Explicit complex time integrators for stiff problems
Jithin D. George, Julian Koellermeier, Samuel Y. Jung, Niall M. Mangan
TL;DR
The authors address the challenge of efficiently integrating stiff time-dependent problems by introducing complex time stepping, which enlarges the region of absolute stability and enables larger stable time steps. They show how complex substeps yield tunable stability polynomials, deriving optimal complex coefficients for Schrödinger-type dynamics and demonstrating substantial efficiency gains in both linear and nonlinear Schrödinger equations. The work extends Projective Integration with complex inner steps, enabling stable integration of real-valued and complex-valued stiff systems with spectral gaps, including Prothero–Robinson-type tests.

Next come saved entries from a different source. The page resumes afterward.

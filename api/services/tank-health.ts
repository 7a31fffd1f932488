import type { LivestockInhabitant } from '@shared/alerts/livestock';
import { reportingGaps } from '@shared/alerts/stale-device';
import { findSpecies } from '@shared/livestock/catalogue';
import type { ParameterKey } from '@shared/parameters/keys';
import { limitTemplates } from '@shared/parameters/limit-templates';
import type { ParameterLimits } from '@shared/parameters/limits';
import type { ParameterHealthSummary, TankHealthSummary as TankHealth } from '@shared/schemas/readings';
import type { ReadingSource } from '@shared/readings/sources';
import { presentStatuses } from '@shared/schemas/livestock-status';
import { judgeTank, type OpenAlertFact } from '@shared/tanks/status';
import type { Db } from '../db/client';
import { preparedStatement } from '../db/prepared';

export type TankHealthSummary = TankHealth;

/** The style templates as rows, so one query can fall back to them where a tank has no row. */
const templateRows = JSON.stringify(
  Object.entries(limitTemplates).flatMap(([style, byParameter]) =>
    Object.entries(byParameter).map(([parameter, limits]) => ({ style, parameter, ...limits })),
  ),
);

type HealthRow = {
  tank_id: string;
  species: string[] | null;
  open_alerts: OpenAlertFact[] | null;
  parameters: Array<{
    parameter: ParameterKey;
    value: number | null;
    measured_at: number | null;
    source: ReadingSource | null;
    /** Recent report times (epoch ms) of the device behind the latest reading. */
    device_moments: number[] | null;
    warn_low: number | null;
    warn_high: number | null;
    crit_low: number | null;
    crit_high: number | null;
    limits_source: 'tank' | 'template' | null;
  }> | null;
};

/** The statement behind `healthForTanks`, sent by name (a hot path: every list and overview page). */
const healthStatement = preparedStatement<
  HealthRow,
  [tankIds: string[], templates: string, present: string[]]
>(
  'tank_health',
  `
    with wanted as (
      select t.id, t.style::text as style from tanks t where t.id = any($1::uuid[])
    ),
    templates as (
      select * from jsonb_to_recordset($2::jsonb)
        as x(style text, parameter text, "warnLow" float8, "warnHigh" float8, "critLow" float8, "critHigh" float8)
    ),
    pairs as (
      select
        w.id as tank_id,
        p.parameter,
        case when l.tank_id is not null then 'tank' when tp.parameter is not null then 'template' end
          as limits_source,
        case when l.tank_id is not null then l.warn_low else tp."warnLow" end as warn_low,
        case when l.tank_id is not null then l.warn_high else tp."warnHigh" end as warn_high,
        case when l.tank_id is not null then l.crit_low else tp."critLow" end as crit_low,
        case when l.tank_id is not null then l.crit_high else tp."critHigh" end as crit_high,
        lr.value,
        lr.measured_at,
        lr.source,
        (select array_agg(extract(epoch from m) * 1000) from unnest(lr.device_moments) m) as device_moments
      from wanted w
      cross join unnest(enum_range(null::parameter_key)) as p(parameter)
      left join tank_limits l on l.tank_id = w.id and l.parameter = p.parameter
      left join templates tp on tp.style = w.style and tp.parameter = p.parameter::text
      left join latest_readings lr on lr.tank_id = w.id and lr.parameter = p.parameter
    )
    select
      w.id as tank_id,
      (
        select array_agg(lv.catalogue_species_id order by lv.created_at, lv.id)
        from livestock lv
        where lv.tank_id = w.id and lv.catalogue_species_id is not null
          and lv.status::text = any($3::text[])
      ) as species,
      (
        select json_agg(
          json_build_object('kind', a.kind, 'severity', a.severity, 'parameter', a.parameter, 'title', a.title)
          order by a.opened_at, a.id
        )
        from alerts a
        where a.tank_id = w.id and a.status <> 'resolved'
      ) as open_alerts,
      json_agg(
        json_build_object(
          'parameter', j.parameter,
          'value', j.value,
          'measured_at', extract(epoch from j.measured_at) * 1000,
          'source', j.source,
          'device_moments', j.device_moments,
          'warn_low', j.warn_low,
          'warn_high', j.warn_high,
          'crit_low', j.crit_low,
          'crit_high', j.crit_high,
          'limits_source', j.limits_source
        )
        order by j.parameter
      ) as parameters
    from wanted w
    left join pairs j on j.tank_id = w.id
    group by w.id
`,
);

/**
 * Health of many tanks in ONE query that gathers the facts, decided by `judgeTank`
 * (shared/tanks/status.ts), so every screen that shows a status says the same thing:
 * - the latest reading per (tank, parameter) is a row of latest_readings, kept by a trigger in the
 *   statement that stores readings, so the cost follows the number of tanks, not the years of
 *   history behind them; a device's latest reading carries that device's last reports of the
 *   parameter, which set its freshness window;
 * - limits follow `limitsInForce` (shared/parameters/limits-in-force.ts: the tank's own row, else
 *   its style's template), tested against it;
 * - the present livestock (their care ranges make the comfort range) and the alerts not resolved.
 */
export async function healthForTanks(
  db: Db,
  tankIds: string[],
  now: Date,
): Promise<Map<string, TankHealthSummary>> {
  if (tankIds.length === 0) return new Map();
  const rows = await healthStatement(db, tankIds, templateRows, [...presentStatuses]);
  const health = new Map<string, TankHealthSummary>();
  for (const row of rows) health.set(row.tank_id, summaryOf(row, now));
  return health;
}

function inhabitantsOf(speciesIds: readonly string[]): LivestockInhabitant[] {
  return speciesIds.flatMap((id) => {
    const species = findSpecies(id);
    return species
      ? [
          {
            speciesId: species.id,
            commonName: species.commonName,
            scientificName: species.scientificName,
            ranges: species.profile.ranges,
          },
        ]
      : [];
  });
}

function summaryOf(row: HealthRow, now: Date): TankHealthSummary {
  const gathered = (row.parameters ?? []).map((p) => {
    const limits: ParameterLimits | null =
      p.limits_source === null
        ? null
        : { warnLow: p.warn_low, warnHigh: p.warn_high, critLow: p.crit_low, critHigh: p.crit_high };
    const latest =
      p.value === null || p.measured_at === null || p.source === null
        ? null
        : { value: p.value, measuredAt: new Date(Number(p.measured_at)), source: p.source };
    const deviceGapsMs = reportingGaps((p.device_moments ?? []).map((at) => new Date(Number(at))));
    return { facts: { parameter: p.parameter, limits, latest, deviceGapsMs }, limitsSource: p.limits_source };
  });
  const verdict = judgeTank(
    {
      parameters: gathered.map((g) => g.facts),
      inhabitants: inhabitantsOf(row.species ?? []),
      openAlerts: row.open_alerts ?? [],
    },
    now,
  );
  const parameters: ParameterHealthSummary[] = [];
  let lastReadingAt: number | null = null;
  verdict.parameters.forEach((judged, index) => {
    const { facts, limitsSource } = gathered[index]!;
    const { latest } = facts;
    if (latest && (lastReadingAt === null || latest.measuredAt.getTime() > lastReadingAt))
      lastReadingAt = latest.measuredAt.getTime();
    // Listed: what the tank is watched for, and anything else it has readings of.
    if (!judged.watched && latest === null) return;
    parameters.push({
      parameter: judged.parameter,
      health: judged.health,
      watched: judged.watched,
      reason: judged.reason,
      latest:
        latest === null
          ? null
          : { value: latest.value, measuredAt: latest.measuredAt.toISOString(), source: latest.source },
      limits: facts.limits,
      limitsSource,
      expectedIntervalMs: judged.freshForMs,
    });
  });
  return {
    status: verdict.status,
    statusReason: verdict.reason,
    lastReadingAt: lastReadingAt === null ? null : new Date(lastReadingAt).toISOString(),
    parameters,
  };
}
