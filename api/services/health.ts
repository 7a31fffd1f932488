import type pg from 'pg';
import type { Health } from '@shared/schemas/health';

const probeTimeoutMs = 2000;

export async function getHealth(pool: pg.Pool): Promise<Health> {
  let timer: NodeJS.Timeout | undefined;
  const timeout = new Promise<never>((_, reject) => {
    timer = setTimeout(() => reject(new Error('database probe timed out')), probeTimeoutMs);
  });
  try {
    await Promise.race([pool.query('select 1'), timeout]);
    return { status: 'ok', db: 'ok' };
  } catch {
    return { status: 'degraded', db: 'down' };
  } finally {
    clearTimeout(timer);
  }
}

Numerical experiments indicate that complex time integration can double the stable step size and reduce computational cost, suggesting a promising path for efficient quantum-system simulations and other stiff problems; open-source code is provided for reproducibility.
Abstract
Most numerical methods for time integration use real-valued time steps. Complex time steps, however, can provide an additional degree of freedom, as we can select the magnitude of the time step in both the real and imaginary directions. We show that specific paths in the complex time plane lead to expanded stability regions, providing clear computational advantages for complex-valued systems. In particular, we highlight the Schrödinger equation, for which complex time integrators can be uniquely optimal. Furthermore, we demonstrate that these benefits extend to certain classes of real-valued stiff systems by coupling complex time steps with the Projective Integration method.